Long- Acting Delivery Of Biologics: Biodegradable Silica Matrix

0:30 Thanks, everybody, for taking the time this morning to come listen to a little bit about silica-based drug delivery. 

0:37 My intention today is to put the coordinates in place on who DelSiTech is, who we are, and a little bit about the technology. 

0:46 I want to explain how the technology works, how we utilize it, and give you a couple of examples that demonstrate the paradigms that need to be taken into account with this particular type of technology. 

1:04 DelSiTech is a small company based in Finland. 

1:08 There are about 50 of us now, mostly young scientists coming from a material science background. 

1:16 Everything we do is based on biodegradable amorphous silicon dioxide. 

1:20 We use silica or silicon dioxide to encapsulate a variety of molecules. 

1:27 The aim is to produce microparticles that can control the release of various molecules. 

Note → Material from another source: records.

using System;
using System.Text.RegularExpressions;

namespace StarLines.Plotting.Drawing;

/// <summary>The last touch to an SVG document.</summary>
internal static partial class SvgText
{
    /// <summary>Names fonts to fall back to, with letters about as wide, where the document is seen without ours.</summary>
    internal static string Finish(string svg)
    {
        string family = FigureFonts.Family;
        string text = TrailingComma().Replace(svg, "\"");
        return family.Length == 0
            ? text
            : text.Replace($"font-family=\"{family}\"", $"font-family=\"{family}, Verdana, sans-serif\"", StringComparison.Ordinal);
    }

    /// <summary>The end of a list of positions, which must not be a comma (SVG 1.1, 4.2, list of lengths).</summary>
    [GeneratedRegex("(?<=<text [^>]*), \"")]
    private static partial Regex TrailingComma();
}
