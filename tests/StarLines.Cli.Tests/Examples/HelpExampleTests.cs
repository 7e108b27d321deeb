using System;
using System.Collections.Generic;
using System.IO;
using StarLines.TestSupport;
using Xunit;

namespace StarLines.Cli.Tests.Examples;

public sealed class HelpExampleTests
{
    public static TheoryData<string> Commands =>
    [
        "inspect", "convert", "normalize", "measure", "velocity", "run", "barycentre", "lines", "plot", "completion",
    ];

    [Theory]
    [MemberData(nameof(Commands))]
    public void The_example_of_the_help_runs(string command)
    {
        string help = CommandLine.Run(command, "--help").Out;
        string example = help[(help.IndexOf("Example:", StringComparison.Ordinal) + "Example:".Length)..].Trim();
        Assert.StartsWith("starlines " + command, example, StringComparison.Ordinal);
        string folder = Directory.CreateTempSubdirectory("starlines").FullName;
        try
        {
            CommandResult result = CommandLine.Run(Words(example, folder));
            Assert.True(result.Code == 0, result.Error);
        }
        finally
        {
            Directory.Delete(folder, recursive: true);
        }
    }

    // Inputs are those of the checkout, outputs go to a folder of their own.
    private static string[] Words(string example, string folder)
    {
        string[] words = example.Replace("'Fe I'", "Fe_I", StringComparison.Ordinal).Split(' ');
        var resolved = new List<string>();
        for (int i = 1; i < words.Length; i++)
        {
            resolved.Add(
                words[i - 1] == "--out" ? Path.Combine(folder, words[i])
                : words[i].StartsWith("examples/", StringComparison.Ordinal) ? Path.Combine(ReferenceData.RepositoryRoot, words[i])
                : words[i]);
        }

        return [.. resolved];
    }
}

1:37 It is a proprietary technology, and we work hard to keep growing our patent portfolios, currently up to 2036. 

1:44 The technology is extremely versatile in terms of release duration. 

1:55 With the same technology, we can go from a 24-hour release to one year and everything in between. 

2:08 Silica is effectively inert, giving us a unique ability to apply this technology to very sensitive entities. 

2:24 Silica works very well with nucleic acids, and we recently announced work on mRNA. 

2:35 This inert carrier is very suitable for biological entities, which is why we're here today. 

2:46 We generally work with partners and also on our internal pipeline. 

2:50 Currently, we're developing about 30 different products, with around 70% being biological entities. 

3:04 We see a clear shift in finding the most value for silica as a drug delivery technology within the scope of biologics. 

3:13 Peptides and up make up about 70% of the work we do. 

3:25 This is a reasonably affordable technology, and we aim to apply it to global health challenges. While we can do ASO over long term, its important to note that our technology can be used in developing countries.  

3:34 We work with Unitaid, Gates Foundation, Conrad, and others in various therapeutic areas and indications. 

3:55 Let's get into the technology itself. 

3:59 The technology is based on a microparticle that we can tune for release, but that's only half of the story. 

4:15 We build the microparticle around the drug substance. 

4:20 Instead of first producing a microparticle and then loading a protein into it, we build the silica microparticle around the protein. 

4:34 Once we have the microparticle, we combine it with a silica hydrogel. 

4:43 We bind the silica particle with the silica hydrogel into a silica-silica composite. 

4:57 This is an irreversible composite, which is important for injectability and stability. 

5:07 The main advantage is that we can apply the controlled release biologic of choice to various routes of administration. 

5:16 These include intraocular injections, subcutaneous, intramuscular, topical administration, and more. 

5:49 The basic principle is that combining the particle with hydrogel creates an irreversible composite that's easy to administer. 

6:05 The chemistry behind this technology is well-characterised sol-gel chemistry. 

6:15 It's a water-based process, using tetraethyl orthosilicate (TIOS) as a precursor. We don’t use toxic solvents or other harsh catalysts.  

6:34 When TIOS is introduced to water and the pH is adjusted, silica is hydrolyzed out of the TIOS. 

6:50 Silica forms short cyclic chains rather than long chains, that aggregate into nanostructures, which are efficient at entrapping molecules. 

7:31 When a protein is introduced to these nanostructures, it becomes entrapped between the silica chains. 

7:59 The protein is continuously encased by more nanoaggregates of silica. 

8:22 We spray dry the solution to produce a dry solid silica microparticle containing the protein of a D50 value of three to seven microns. 

8:42 The particle is combined with the hydrogel to form the final technology. 

9:00 The material coming out of the syringe is the actual silica composite. 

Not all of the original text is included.